他眼神迷离,几乎已经魂游天外,“派席尔,离开!”我看到大学士躬身,然后走了出去,“来,莱安娜。”他说,头枕着自己绿色的斗篷,血迹让斗篷染上了一片褐色。
“我是莱雅拉,莱雅拉·波顿,陛下。”我更正迷糊国王的错误。
“我知道,”他费力地咧出微笑,“天杀的新任财政大臣,该死,配合我,我是你的国王。”
我能说什么?这家伙完蛋了,他肠子在痛苦地低鸣,在痉挛,恶心到了我,整个腹部一大道创口,蔓延到胸腔。
“好吧,”我发出一声叹息,“怎么了,劳勃?”语带怜悯。
“我可天杀地终于见到你了,”他满是汗水的脸上不见死亡的哀痛,唇带笑意,眼角有泪,“我杀了那个人渣,为了你,我终于见到你了,那只混球野猪,总算做了一点好事,哈哈,他们会给我写一首歌,野猪破了国王的皮,我想唱给你听。”
“其实,”我这一刻,感觉,感觉自己似乎确实成了莱安娜,手指擦去胖子国王头上的汗水,我估计我的手有些凉,可是他却眉开眼笑,“是我主动和雷加走的,劳勃,我要故意气你。”是这样吗?我不知道,我只知道劳勃会乐意听这样的话儿,他心目中的莱安娜·史塔克,爱人,而非那个艾德·史塔克的妹妹,琼恩·雪诺的母亲。
“气我?”他吐出一口血块,“就因为我喜欢姑娘?每个男人都这样,莱安娜。”
“对对对,”我无聊地回应道,“男人天生管不住,你要奢求我们洁身自好,就像我奢求异鬼亲我小脸儿,如果它真这么做了,那一定是七神打瞌睡,鱼梁木塌了。”这话是提利昂的话儿。
劳勃的鼻子喷出嗤笑一声,“哈,你在讽刺我,莱安娜,傻丫头,结婚后我就能管住我自己了,我连王子都可以为你杀,王位都可以为你坐。”
“是吗”我冷静地说道,“在谷地时,你就有了私生女,那可是有了婚约,我还未去找雷加的时候!”
他又咳了一下,“鹰巢城凉得要死,我得找点事干。”
“算了吧,这只会继续我们之前的争吵。”我回应道。
他微笑更盛,“你别管你的男人,何况我还不是!莱安娜。”
我语气尖刻,“没错,幸好你还不是。”
他用力说道:“我爱你,你知道的。

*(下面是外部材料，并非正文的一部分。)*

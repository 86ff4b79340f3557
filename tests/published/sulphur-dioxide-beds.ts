/**
 * Gain from absorbing all SO3 between two passes: feed 10 % SO2, 11 % O2, rest N2, 1 atm. Derived by us (regression
 * values, not published) from the constant of R. Eklund, The Rate of Oxidation of Sulphur Dioxide, Stockholm 1956:
 * [degC, conversion of the first pass, equilibrium of a single pass, equilibrium of the second pass, overall].
 */
export const interpassAbsorption = [
  [400, 0.9, 0.99186, 0.99223, 0.99922],
  [400, 0.94, 0.99186, 0.99225, 0.99953],
  [400, 0.95, 0.99186, 0.99225, 0.99961],
  [420, 0.9, 0.98682, 0.9874, 0.99874],
  [420, 0.94, 0.98682, 0.98742, 0.99925],
  [420, 0.95, 0.98682, 0.98743, 0.99937],
  [430, 0.9, 0.98342, 0.98413, 0.99841],
  [430, 0.94, 0.98342, 0.98416, 0.99905],
  [430, 0.95, 0.98342, 0.98417, 0.99921],
  [440, 0.9, 0.97931, 0.98015, 0.99802],
  [440, 0.94, 0.97931, 0.98019, 0.99881],
  [440, 0.95, 0.97931, 0.9802, 0.99901],
  [450, 0.9, 0.97436, 0.97536, 0.99754],
  [450, 0.94, 0.97436, 0.97541, 0.99852],
  [450, 0.95, 0.97436, 0.97542, 0.99877],
] as const;

/**
 * Four adiabatic equilibrium beds with intercooling and no absorption, feed 10 % SO2, 11 % O2, 79 % N2 at 1.2 bar.
 * Derived by us (regression values, not published) with the Gibbs energies of M. King, M. Moats & W. G. Davenport,
 * Sulfuric Acid Manufacture, 2nd ed., Elsevier 2013: [inlet degC, outlet degC, cumulative conversion].
 */
export const fourBeds = {
  feedPercent: { SO2: 10, O2: 11, N2: 79 },
  bar: 1.2,
  rows: [
    [420, 620.8, 0.6908],
    [440, 510.2, 0.9303],
    [430, 445.0, 0.981],
    [420, 422.3, 0.9888],
  ],
} as const;

/**
 * What plants reach [%]: EFMA/ESA, Production of Sulphuric Acid, Best Available Techniques booklet 3 (2000), from
 * memory; common practice.
 */
export const plantConversion = { single: [97, 98.5], double: [99.5, 99.9] } as const;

”
“爱我?
你对付雷加,不过是因为你男性可笑的占有欲和自尊受到了挑战,你当国王,不过是因为没有了回头路。
你这么多年悼念我,在墓窖里给我的雕像献花,我很好奇,到底是纪念你的爱情,还是缅怀你这放浪性格带来的,雄鹿之子人生中最大的失败?
你是不是在问自己,为什么你那么强壮,那么厉害,却连一个女人都守不住?
是不是哪怕当了国王,也掩盖不住你自己的挫败感?告诉我,劳勃,你到底爱的是雷加带走我之前的那个劳勃·拜拉席恩,完美无缺的骄傲雄鹿,还是你口口声声念叨的奔狼之女?你自己说,说吧,该不会,是内疚?”
他瞪着我,一直瞪着我,深吸一口气,面色不正常地涨红起来,“说这么多话你不口渴吗!?出去,莱雅拉,滚出去!”
“如您所愿,”我恭敬地道,我一定是疯了,他可以砍了我的脑袋,“我这就离开。”
他低声嘱咐,“在我死之前,离开这里,离开君临,离我的妻子远远的。”等等,我是不是该告诉劳勃他的儿子和女儿都不是他的?
算了。
我走出这里,我听到那个雄鹿少年看着我的背影喃喃自语,“我不知道,莱安娜,我不知道…”
瑟曦真是可怜,我会让她更可怜一些。